This situation _should_ have ended 20 years ago with the first round of the
crypto wars. /sigh/

> Anyone that stands up to the police-state-mentality is honorable.

Exactly. They aren't alone, either - with Apple taking first-mover risk, it
should be easier for others to stand up together.

It's important to realize that there isn't much neutral ground here. Now that
the line has been drawn, you're either helping implement backdoors or you are
making a stand, potentially at personal risk. Collaborators will not find much
cover if they attempt to hide behind a Nuremberg Defense.

I _strongly_ recommend that everybody watch Quinn Norton and Elanor Saitta's
amazing talk from 30c3, "No Neutral Ground in a Burning World"[1]. Most people
didn't ask for the responsibility, but it's irresponsible to avoid it by
pretending that technology is somehow external to politics.
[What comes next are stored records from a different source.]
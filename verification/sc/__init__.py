"""Schwarz-Christoffel maps of polygons, in small modules.

``polygon`` checks the input, ``integral`` evaluates the map, ``parameters``
solves for the prevertices, ``inverse`` maps points back, ``map`` ties them into
:class:`SCMap`; ``lines`` and ``picture`` draw the equipotentials and field lines
of a quadrilateral and ``report`` gathers what ``lapsolve modulus`` prints. The
map's public names are re-exported by :mod:`verification.schwarz_christoffel`.
"""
Everything we
implement _has political consequences_ , and we (the people implementing all
of modern technology) need to start thinking about those consequences.

[1] [https://media.ccc.de/v/30C3_-_5491_-_en_-
_saal_1_-_201312272...](https://media.ccc.de/v/30C3_-_5491_-_en_-
_saal_1_-_201312272300_-_no_neutral_ground_in_a_burning_world_-_quinn_norton_-
_eleanor_saitta)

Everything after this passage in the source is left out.